Stored data

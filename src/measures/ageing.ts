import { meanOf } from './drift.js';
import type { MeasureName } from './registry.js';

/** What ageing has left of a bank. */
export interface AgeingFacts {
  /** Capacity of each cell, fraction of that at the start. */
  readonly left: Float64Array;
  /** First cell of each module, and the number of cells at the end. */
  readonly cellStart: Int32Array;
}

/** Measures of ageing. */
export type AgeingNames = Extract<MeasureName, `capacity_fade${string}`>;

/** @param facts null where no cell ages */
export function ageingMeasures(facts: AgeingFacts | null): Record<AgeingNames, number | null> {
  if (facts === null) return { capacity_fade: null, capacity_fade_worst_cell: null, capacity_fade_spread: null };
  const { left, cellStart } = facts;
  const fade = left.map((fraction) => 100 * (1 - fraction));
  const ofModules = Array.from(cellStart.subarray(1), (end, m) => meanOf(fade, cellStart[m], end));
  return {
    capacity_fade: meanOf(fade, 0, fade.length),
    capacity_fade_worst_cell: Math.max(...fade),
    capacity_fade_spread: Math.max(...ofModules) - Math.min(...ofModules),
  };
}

* * *

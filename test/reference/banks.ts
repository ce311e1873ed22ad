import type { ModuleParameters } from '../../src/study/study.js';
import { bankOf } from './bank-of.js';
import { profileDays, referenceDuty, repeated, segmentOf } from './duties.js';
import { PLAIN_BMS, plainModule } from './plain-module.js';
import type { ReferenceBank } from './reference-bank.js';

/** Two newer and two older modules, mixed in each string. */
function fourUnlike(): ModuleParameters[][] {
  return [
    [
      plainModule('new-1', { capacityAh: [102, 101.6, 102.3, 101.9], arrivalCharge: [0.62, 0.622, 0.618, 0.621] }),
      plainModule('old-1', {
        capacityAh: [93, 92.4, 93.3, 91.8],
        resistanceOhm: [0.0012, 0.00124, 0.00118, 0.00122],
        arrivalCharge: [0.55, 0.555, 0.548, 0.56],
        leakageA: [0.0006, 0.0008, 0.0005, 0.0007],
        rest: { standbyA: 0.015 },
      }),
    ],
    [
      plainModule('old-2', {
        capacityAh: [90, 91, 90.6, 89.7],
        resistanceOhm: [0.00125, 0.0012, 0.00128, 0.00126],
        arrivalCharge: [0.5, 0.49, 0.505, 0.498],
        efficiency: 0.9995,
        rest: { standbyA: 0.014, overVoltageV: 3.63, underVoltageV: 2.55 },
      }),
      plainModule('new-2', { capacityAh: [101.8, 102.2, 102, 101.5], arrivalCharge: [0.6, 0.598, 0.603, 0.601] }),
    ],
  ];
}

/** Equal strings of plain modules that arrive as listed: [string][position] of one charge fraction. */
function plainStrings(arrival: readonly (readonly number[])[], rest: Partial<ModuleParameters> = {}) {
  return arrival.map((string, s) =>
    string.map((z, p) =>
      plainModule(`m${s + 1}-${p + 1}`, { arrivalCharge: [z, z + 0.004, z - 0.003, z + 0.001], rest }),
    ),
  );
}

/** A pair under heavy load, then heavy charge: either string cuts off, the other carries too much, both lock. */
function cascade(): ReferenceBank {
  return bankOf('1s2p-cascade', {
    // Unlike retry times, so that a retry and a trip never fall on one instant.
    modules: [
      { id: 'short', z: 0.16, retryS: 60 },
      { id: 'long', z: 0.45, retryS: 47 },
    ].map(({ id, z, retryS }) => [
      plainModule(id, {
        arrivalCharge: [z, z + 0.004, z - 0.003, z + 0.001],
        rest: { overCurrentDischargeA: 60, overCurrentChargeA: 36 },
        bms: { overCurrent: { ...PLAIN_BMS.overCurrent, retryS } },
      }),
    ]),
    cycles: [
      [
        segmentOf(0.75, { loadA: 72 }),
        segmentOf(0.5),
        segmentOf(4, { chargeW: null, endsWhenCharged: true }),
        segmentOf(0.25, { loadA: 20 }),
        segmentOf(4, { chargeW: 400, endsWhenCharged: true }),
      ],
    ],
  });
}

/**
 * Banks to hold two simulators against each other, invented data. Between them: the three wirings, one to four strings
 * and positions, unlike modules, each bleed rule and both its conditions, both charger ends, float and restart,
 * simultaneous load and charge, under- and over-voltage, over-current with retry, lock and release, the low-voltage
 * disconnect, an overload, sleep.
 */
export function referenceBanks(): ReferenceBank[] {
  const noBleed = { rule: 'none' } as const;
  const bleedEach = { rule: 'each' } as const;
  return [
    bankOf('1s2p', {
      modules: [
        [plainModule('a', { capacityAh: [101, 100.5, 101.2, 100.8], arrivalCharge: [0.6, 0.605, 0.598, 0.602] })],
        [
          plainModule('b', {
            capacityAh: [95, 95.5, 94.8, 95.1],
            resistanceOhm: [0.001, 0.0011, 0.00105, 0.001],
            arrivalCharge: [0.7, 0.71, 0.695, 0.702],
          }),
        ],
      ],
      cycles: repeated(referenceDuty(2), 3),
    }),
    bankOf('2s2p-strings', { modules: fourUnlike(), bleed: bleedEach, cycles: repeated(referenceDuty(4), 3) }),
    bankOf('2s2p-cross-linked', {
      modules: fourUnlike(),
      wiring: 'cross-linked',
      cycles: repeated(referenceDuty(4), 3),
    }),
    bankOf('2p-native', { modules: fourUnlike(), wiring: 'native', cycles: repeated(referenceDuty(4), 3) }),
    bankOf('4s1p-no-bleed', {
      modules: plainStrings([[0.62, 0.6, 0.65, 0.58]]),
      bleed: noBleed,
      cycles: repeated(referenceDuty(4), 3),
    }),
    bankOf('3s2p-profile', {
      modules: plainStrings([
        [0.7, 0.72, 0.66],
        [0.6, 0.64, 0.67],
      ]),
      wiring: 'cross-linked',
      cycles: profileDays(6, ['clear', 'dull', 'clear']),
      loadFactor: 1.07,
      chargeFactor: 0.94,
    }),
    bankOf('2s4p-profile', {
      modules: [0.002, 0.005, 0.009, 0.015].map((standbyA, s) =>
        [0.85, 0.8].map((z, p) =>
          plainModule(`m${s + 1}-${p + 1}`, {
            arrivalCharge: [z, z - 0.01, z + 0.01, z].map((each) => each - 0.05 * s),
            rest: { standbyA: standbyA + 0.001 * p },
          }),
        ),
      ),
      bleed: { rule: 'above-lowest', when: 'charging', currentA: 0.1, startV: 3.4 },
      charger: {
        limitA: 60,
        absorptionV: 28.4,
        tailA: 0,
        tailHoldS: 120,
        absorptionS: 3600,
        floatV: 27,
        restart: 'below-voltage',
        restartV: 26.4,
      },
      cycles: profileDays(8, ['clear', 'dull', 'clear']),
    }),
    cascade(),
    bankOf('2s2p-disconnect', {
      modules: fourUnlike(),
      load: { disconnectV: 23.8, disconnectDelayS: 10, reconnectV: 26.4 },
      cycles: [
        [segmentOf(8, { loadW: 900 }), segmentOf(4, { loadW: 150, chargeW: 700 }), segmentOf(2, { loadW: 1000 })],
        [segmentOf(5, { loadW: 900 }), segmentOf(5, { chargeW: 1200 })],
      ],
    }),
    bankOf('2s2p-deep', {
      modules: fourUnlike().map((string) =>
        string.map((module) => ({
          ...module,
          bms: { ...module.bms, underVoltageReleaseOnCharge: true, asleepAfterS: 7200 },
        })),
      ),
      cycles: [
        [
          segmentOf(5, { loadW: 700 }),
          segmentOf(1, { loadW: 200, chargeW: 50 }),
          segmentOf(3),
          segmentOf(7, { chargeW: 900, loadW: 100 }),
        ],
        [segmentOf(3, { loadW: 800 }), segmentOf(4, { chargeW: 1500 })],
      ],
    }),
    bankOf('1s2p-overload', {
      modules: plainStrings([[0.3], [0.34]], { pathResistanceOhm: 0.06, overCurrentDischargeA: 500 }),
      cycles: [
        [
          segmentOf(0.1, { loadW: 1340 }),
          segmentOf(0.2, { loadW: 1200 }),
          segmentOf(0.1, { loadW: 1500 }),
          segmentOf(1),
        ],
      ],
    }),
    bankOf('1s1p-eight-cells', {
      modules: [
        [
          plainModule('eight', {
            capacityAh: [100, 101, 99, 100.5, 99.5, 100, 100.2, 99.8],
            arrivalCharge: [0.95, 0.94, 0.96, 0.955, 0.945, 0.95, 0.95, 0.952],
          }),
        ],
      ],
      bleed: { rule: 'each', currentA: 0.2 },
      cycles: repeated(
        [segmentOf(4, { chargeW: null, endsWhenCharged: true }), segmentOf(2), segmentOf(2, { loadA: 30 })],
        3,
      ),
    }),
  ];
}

- _Task objective_: Report each line of the records that holds the word "AgeingFacts".

- _Solution for this task_:
export interface AgeingFacts {
export function ageingMeasures(facts: AgeingFacts | null): Record<AgeingNames, number | null> {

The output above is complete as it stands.